The Model Law prohibits the development and use of high-risk FRT Applications, subject to three exceptions: where the regulator provides specific authorisation; in genuine research; and in the context of law enforcement and national security agencies, where the Model Law provides for specific legal rules, including a ‘face warrant’ scheme.
Finally, the report recommends that a suitable regulator be legally empowered and resourced to oversee the development and use of FRT in Australia. The Office of the Australian Information Commissioner (OAIC) would be the most obvious candidate to regulate the development and use of FRT in the federal jurisdiction, with a harmonised approach in respect of the state and territory jurisdictions.
Next steps for urgent reform
There is an emerging consensus across diverse stakeholder groups that reform in this area is both urgent and important. This report calls on Australia’s Federal Attorney-General to lead the reform process by taking four key steps:
1. The Attorney-General should introduce a bill into the Australian Parliament, based on the FRT Model Law set out in this report. This bill would apply to FRT within the regulatory purview of the Australian Government.
2. The Attorney-General should assign regulatory responsibility to the Office of the Australian Information Commissioner, or another suitable regulator, empowering that body to take a central role in the creation of an FRT technical standard, and in providing advice for FRT Developers, Deployers and affected individuals. The Australian Government should provide appropriate resourcing to the FRT regulator to fulfil these new functions.

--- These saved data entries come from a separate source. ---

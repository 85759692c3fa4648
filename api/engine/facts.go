package engine

import (
	"errors"
	"net/http"
	"sync"
	"time"

	"github.com/deadspace-fhir/deadspace/fhir/client"
)

// factsUnavailableFor is how long a patient whose Patient resource the
// server does not give (404 Not Found, 410 Gone, another refusal for good)
// is evaluated with unknown facts without reading it again: each
// evaluation of such a patient (every few seconds while readings arrive)
// would otherwise cost the server a read that fails the same way.
const factsUnavailableFor = 10 * time.Minute

// maxFactsUnavailable bounds how many such patients are remembered; past
// it the expired ones are dropped, and then the oldest.
const maxFactsUnavailable = 4096

// factsUnavailable remembers the patients whose Patient read failed for
// good, until when. It lives in memory only: a restart reads them again.
type factsUnavailable struct {
	mu    sync.Mutex
	until map[string]time.Time
}

// known says whether subject's facts were found unavailable and that is
// still remembered at now.
func (f *factsUnavailable) known(subject string, now time.Time) bool {
	f.mu.Lock()
	defer f.mu.Unlock()
	until, ok := f.until[subject]
	if ok && !now.Before(until) {
		delete(f.until, subject)
		return false
	}
	return ok
}

// remember notes that subject's facts are unavailable from now on, for
// factsUnavailableFor.
func (f *factsUnavailable) remember(subject string, now time.Time) {
	f.mu.Lock()
	defer f.mu.Unlock()
	if f.until == nil {
		f.until = make(map[string]time.Time)
	}
	if len(f.until) >= maxFactsUnavailable {
		var oldest string
		for s, until := range f.until {
			if !now.Before(until) {
				delete(f.until, s)
			} else if oldest == "" || until.Before(f.until[oldest]) {
				oldest = s
			}
		}
		if len(f.until) >= maxFactsUnavailable {
			delete(f.until, oldest)
		}
	}
	f.until[subject] = now.Add(factsUnavailableFor)
}

// factsReadRefused says whether a failed Patient read is a refusal no
// retry changes, so the patient is evaluated with unknown facts rather
// than left pending for ever: 404 Not Found and 410 Gone (no such
// patient, or deleted or merged away), and any other 4xx but 401 (a
// credential being renewed), 408 and 429 (the server asks for a retry).
// 403 counts: the service may not read that patient's record, which
// waiting does not change. Transport failures and 5xx keep the patient
// pending: its facts are read again when the server answers.
func factsReadRefused(err error) bool {
	if errors.Is(err, client.ErrNotFound) || errors.Is(err, client.ErrGone) {
		return true
	}
	var ce *client.Error
	if !errors.As(err, &ce) || ce.Status < 400 || ce.Status >= 500 {
		return false
	}
	switch ce.Status {
	case http.StatusUnauthorized, http.StatusRequestTimeout, http.StatusTooManyRequests:
		return false
	}
	return true
}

3. The Attorney-General should initiate a process with his state and territory counterparts to ensure that the law on FRT is harmonised across all Australian jurisdictions. This process should ensure the law is consistent and easy to understand for FRT Developers, Deployers and affected individuals regardless of where one is located in Australia.
4. The Attorney-General should work with other relevant federal ministers to establish an Australian Government taskforce on FRT. The taskforce would have two functions. First, it would work with all relevant Federal Government departments and agencies, such as the Australian Federal Police, to ensure their development and use of FRT accords with legal and ethical standards. Second, it would lead Australia’s international engagement on FRT, so that Australia can have a positive influence on the development of international standards and other assurance mechanisms for FRT, and to ensure that Australia’s legal approach to FRT is consistent with international law and international best practice.